*About this exercise*
Among the entries below, one stretch runs from the line that contains "import path from 'node:path';" through the line that contains "const folder = process.env.E2E_PICTURES;". Repeat that stretch exactly, ends included, and only that.

*Extracted records*
⁂
import { inject } from 'vitest';
import { query } from './database.ts';

type Books = { balances: Record<string, number>; sum: number; differences: unknown[] };

type Sum = { kind: string; providerAccountId: string | null; cents: string };

/** Sums of our own ledger, in cents: of each kind, and of each member's account at the provider. */
async function ourSums(): Promise<Sum[]> {
  return query<Sum>(
    `SELECT a.kind, p.provider_account_id AS providerAccountId, CAST(SUM(e.amount_minor) AS CHAR) AS cents
       FROM ledger_entries e
       JOIN ledger_accounts a ON a.id = e.account_id
       LEFT JOIN payout_accounts p ON a.kind = 'member_connected' AND p.member_id = a.owner_id
      GROUP BY a.kind, p.provider_account_id`,
  );
}

const cents = (books: Books, account: string) => String(books.balances[account] ?? 0);

/**
 * Both books side by side, in cents: what the provider holds for the house, what it has kept as fees, and what lies on each
 * seller's account there. `house` is the difference between our own debits and credits.
 */
export async function compareBooks() {
  const books = (await (await fetch(`${inject('paymentsUrl')}/control/books`)).json()) as Books;
  const sums = await ourSums();
  const of = (kind: string) => sums.find((sum) => sum.kind === kind)?.cents ?? '0';
  const connected = sums.filter((sum) => sum.kind === 'member_connected');
  return {
    ours: {
      provider: of('provider'),
      fees: of('provider_fees'),
      connected: Object.fromEntries(connected.map((sum) => [sum.providerAccountId, sum.cents])),
      total: sums.reduce((total, sum) => total + BigInt(sum.cents), 0n).toString(),
    },
    theirs: {
      provider: cents(books, 'platform'),
      fees: cents(books, 'provider:fees'),
      connected: Object.fromEntries(
        connected.map(({ providerAccountId }) => [providerAccountId, cents(books, providerAccountId ?? '')]),
      ),
      total: String(books.sum),
    },
    differences: books.differences,
  };
}

/** The entries of one deal: kind of journal, kind of account, signed cents. */
export async function dealEntries(code: string): Promise<[string, string, string][]> {
  const rows = await query<{ journal: string; account: string; cents: string }>(
    `SELECT j.kind AS journal, a.kind AS account, CAST(e.amount_minor AS CHAR) AS cents
       FROM ledger_entries e
       JOIN ledger_journals j ON j.id = e.journal_id
       JOIN ledger_accounts a ON a.id = e.account_id
       JOIN deals d ON d.id = j.deal_id
      WHERE d.code = ?
      ORDER BY FIELD(j.kind, 'funding', 'provider_fee', 'settlement', 'transfer', 'payout'), e.amount_minor DESC`,
    [code],
  );
  return rows.map(({ journal, account, cents }) => [journal, account, cents]);
}
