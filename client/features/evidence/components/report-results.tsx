import { elementName, isMetal, isOtherElement } from '#shared/metals.ts';
import type { DraftCertificate } from '#shared/schemas/lots.ts';
import { Button } from '../../../components/ui/button.tsx';
import { Fieldset } from '../../../components/ui/field.tsx';
import { fieldIdOf } from '../../../components/lot-form/field-ids.ts';
import { useDraftForm } from '../../../components/lot-form/draft-form-context.ts';
import { ResultFields } from '../../../components/lot-form/result-fields.tsx';

type Results = DraftCertificate['results'];
type ReportResultsProps = { report: DraftCertificate; onChange: (results: Results) => void };

const ROWS_MAX = 20;
const blank = (): Results[number] => ({
  element: '',
  fineness: { value: '', unit: 'permille' },
  uncertainty: { value: '', unit: 'permille' },
  method: '',
});
const nameOf = (symbol: string, at: number) =>
  isMetal(symbol) || isOtherElement(symbol) ? elementName(symbol) : `Result ${at + 1}`;

/** The figures that stand on the report, metal by metal. */
export function ReportResults({ report, onChange }: ReportResultsProps) {
  const { draft, errorAt } = useDraftForm();
  const { results } = report;
  const assay = draft.contents.filter((row) => row.metal !== '');
  const copy = () =>
    onChange(
      assay.map(({ metal, fineness, uncertainty, method }) => ({
        element: metal,
        fineness,
        uncertainty,
        method,
      })),
    );
  return (
    <Fieldset
      id={fieldIdOf('/certificate/results')}
      legend="Results on the report"
      hint="Compare each figure with the paper before you take the lot’s over: a slip here comes back from the desk."
      error={errorAt('/certificate/results')}
    >
      <ol className="mt-2 flex flex-col gap-4">
        {results.map((row, at) => {
          const name = nameOf(row.element, at);
          return (
            <li key={at} className="sheet p-4">
              <ResultFields
                pointer={`/certificate/results/${at}`}
                elementKey="element"
                name={`${name} on the report`}
                row={row}
                onChange={(next) => onChange(results.map((other, index) => (index === at ? next : other)))}
              />
              <Button
                look="quiet"
                className="-ml-2 mt-2"
                onClick={() => onChange(results.filter((_, index) => index !== at))}
              >
                Remove {name.toLowerCase()} from the report
              </Button>
            </li>
          );
        })}
      </ol>
      <div className="mt-3 flex flex-wrap gap-3">
        <Button look="second" disabled={assay.length === 0} onClick={copy}>
          Same results as the lot
        </Button>
        <Button
          look="second"
          disabled={results.length >= ROWS_MAX}
          onClick={() => onChange([...results, blank()])}
        >
          Add a result
        </Button>
      </div>
    </Fieldset>
  );
}
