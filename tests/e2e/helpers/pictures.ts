import { mkdirSync } from 'node:fs';
import path from 'node:path';
import type { Page } from 'playwright-core';

export const wide = { width: 1280, height: 900 } as const;
export const narrow = { width: 360, height: 740 } as const;

const folder = process.env.E2E_PICTURES;

/** With E2E_PICTURES=<folder> every stage is kept as a picture, wide and narrow, to be looked at by people. */
export async function keepPicture(page: Page, name: string): Promise<void> {
  if (!folder) return;
  mkdirSync(folder, { recursive: true });
  for (const size of [narrow, wide]) {
    await page.setViewportSize(size);
    await page.waitForTimeout(150);
    await page.screenshot({ path: path.join(folder, `${name}-${size.width}.png`), fullPage: true });
  }
}

/** What a page showed when its test failed. */
export async function keepFailure(page: Page, name: string): Promise<void> {
  if (!folder) return;
  mkdirSync(folder, { recursive: true });
  const file = `failed ${name}`.replaceAll(/[^\w -]/g, '');
  await page.screenshot({ path: path.join(folder, `${file}.png`), fullPage: true });
}
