import mariadb from 'mariadb';
import { inject } from 'vitest';

/** Asks the product's database, for what no page shows. */
export async function query<T>(sql: string, values: unknown[] = []): Promise<T[]> {
  const url = new URL(inject('productDatabaseUrl'));
  const connection = await mariadb.createConnection({
    host: url.hostname,
    port: Number.parseInt(url.port, 10),
    user: decodeURIComponent(url.username),
    password: decodeURIComponent(url.password),
    database: url.pathname.slice(1),
  });
  try {
    return (await connection.query(sql, values)) as T[];
  } finally {
    await connection.end();
  }
}

/** The code of the newest lot with this title. */
export async function lotCode(title: string): Promise<string> {
  const [row] = await query<{ code: string }>(
    'SELECT code FROM lots WHERE title = ? ORDER BY created_at DESC LIMIT 1',
    [title],
  );
  if (row === undefined) throw new Error(`There is no lot “${title}”`);
  return row.code;
}

/** The code of the deal over the lot with this title. */
export async function dealCode(title: string): Promise<string> {
  const [row] = await query<{ code: string }>(
    'SELECT d.code FROM deals d JOIN lots l ON l.id = d.lot_id WHERE l.title = ? ORDER BY d.created_at DESC LIMIT 1',
    [title],
  );
  if (row === undefined) throw new Error(`There is no deal over “${title}”`);
  return row.code;
}

/** The id of the certificate that was sent with a lot. */
export async function certificateId(title: string): Promise<string> {
  const [row] = await query<{ id: string }>(
    'SELECT c.id FROM certificates c JOIN lots l ON l.id = c.lot_id WHERE l.title = ? ORDER BY c.created_at DESC LIMIT 1',
    [title],
  );
  if (row === undefined) throw new Error(`There is no certificate of “${title}”`);
  return row.id;
}

/** The code of the draft that an account of the demo is writing; what stands in it is not in columns yet. */
export async function draftCode(who: string): Promise<string> {
  const [row] = await query<{ code: string }>(
    "SELECT l.code FROM lots l JOIN members m ON m.id = l.seller_id WHERE l.state = 'draft' AND m.email = ? LIMIT 1",
    [`${who}@scruple.example`],
  );
  if (row === undefined) throw new Error(`${who} has no draft`);
  return row.code;
}
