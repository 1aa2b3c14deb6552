import { useQuery } from '@tanstack/react-query';
import { PHOTOS_MAX } from '#shared/limits.ts';
import { Button } from '../../../components/ui/button.tsx';
import { Field, FieldError } from '../../../components/ui/field.tsx';
import { Progress } from '../../../components/ui/progress.tsx';
import { ownLotQuery } from '../../../lib/lots.ts';
import { useDraftForm } from '../../../components/lot-form/draft-form-context.ts';
import { usePhotoChanges } from '../hooks/use-photo-changes.ts';
import { usePhotoUploads, type PhotoUpload } from '../hooks/use-photo-uploads.ts';
import { DropArea } from '../../../components/lot-form/drop-area.tsx';
import { FormSection } from '../../../components/lot-form/form-section.tsx';
import { PhotoTile } from './photo-tile.tsx';

/** The photos: taken in one by one, put in order, captioned, removed. They are kept at once, apart from the draft. */
export function PhotoSection() {
  const { code } = useDraftForm();
  const { data: lot } = useQuery(ownLotQuery(code));
  const photos = lot?.photos ?? [];
  const changes = usePhotoChanges(code);
  const { uploads, add, retry, forget } = usePhotoUploads(code, photos.length);
  const move = (from: number, to: number) => {
    const photoIds = photos.map((photo) => photo.id);
    photoIds.splice(to, 0, ...photoIds.splice(from, 1));
    changes.mutate({ act: 'order', photoIds });
  };
  return (
    <FormSection
      id="section-photos"
      title="Photos"
      sub={`Up to ${PHOTOS_MAX}; the first stands in the register. Place and camera are taken out of each file.`}
    >
      <Field id="lot-photos" label="Add photos" optional>
        {(ties) => (
          <DropArea
            ties={ties}
            label="Photos to add"
            buttonText="Choose photos"
            accept="image/jpeg,image/png,image/webp,image/avif"
            multiple
            disabled={photos.length >= PHOTOS_MAX}
            onFiles={add}
          >
            {photos.length >= PHOTOS_MAX
              ? `All ${PHOTOS_MAX} are here.`
              : 'Or drop them here. JPEG, PNG, WebP or AVIF; 15 MB each.'}
          </DropArea>
        )}
      </Field>
      {uploads.length > 0 && (
        <ul aria-label="Photos on their way" className="flex flex-col gap-3">
          {uploads.map((upload) => (
            <UploadLine
              key={upload.id}
              upload={upload}
              onRetry={() => retry(upload)}
              onForget={() => forget(upload)}
            />
          ))}
        </ul>
      )}
      {changes.isError && <FieldError id="lot-photos-change-error">{changes.error.message}</FieldError>}
      {photos.length > 0 && (
        <ol aria-label="Photos of the lot" className="grid grid-cols-1 gap-4 sm:grid-cols-2">
          {photos.map((photo, at) => (
            <PhotoTile
              key={photo.id}
              photo={photo}
              at={at}
              count={photos.length}
              isBusy={changes.isPending}
              onMove={(to) => move(at, to)}
              onRemove={() => changes.mutate({ act: 'remove', photoId: photo.id })}
              onCaption={(caption) => changes.mutate({ act: 'caption', photoId: photo.id, caption })}
            />
          ))}
        </ol>
      )}
    </FormSection>
  );
}

type UploadLineProps = { upload: PhotoUpload; onRetry: () => void; onForget: () => void };

function UploadLine({ upload, onRetry, onForget }: UploadLineProps) {
  const { file, preview, share, refusal, canRetry } = upload;
  return (
    <li className="flex gap-4">
      <img
        src={preview}
        alt=""
        onError={(event) => (event.currentTarget.hidden = true)}
        className="size-14 shrink-0 rounded-box border border-rule bg-sheet object-cover"
      />
      <div className="min-w-0 grow">
        {refusal === null ? (
          <Progress label={share < 1 ? file.name : `${file.name}: being prepared`} share={share} />
        ) : (
          <>
            <FieldError id={`refusal-${upload.id}`}>
              <span role="alert">
                {file.name}: {refusal}
              </span>
            </FieldError>
            <div className="flex flex-wrap gap-x-3">
              {canRetry && (
                <Button look="quiet" className="min-h-8 py-1" onClick={onRetry}>
                  Send {file.name} again
                </Button>
              )}
              <Button look="quiet" className="min-h-8 py-1" onClick={onForget}>
                Leave {file.name} out
              </Button>
            </div>
          </>
        )}
      </div>
    </li>
  );
}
⁂
*Problem solution*
import path from 'node:path';
import type { Page } from 'playwright-core';

export const wide = { width: 1280, height: 900 } as const;
export const narrow = { width: 360, height: 740 } as const;

const folder = process.env.E2E_PICTURES;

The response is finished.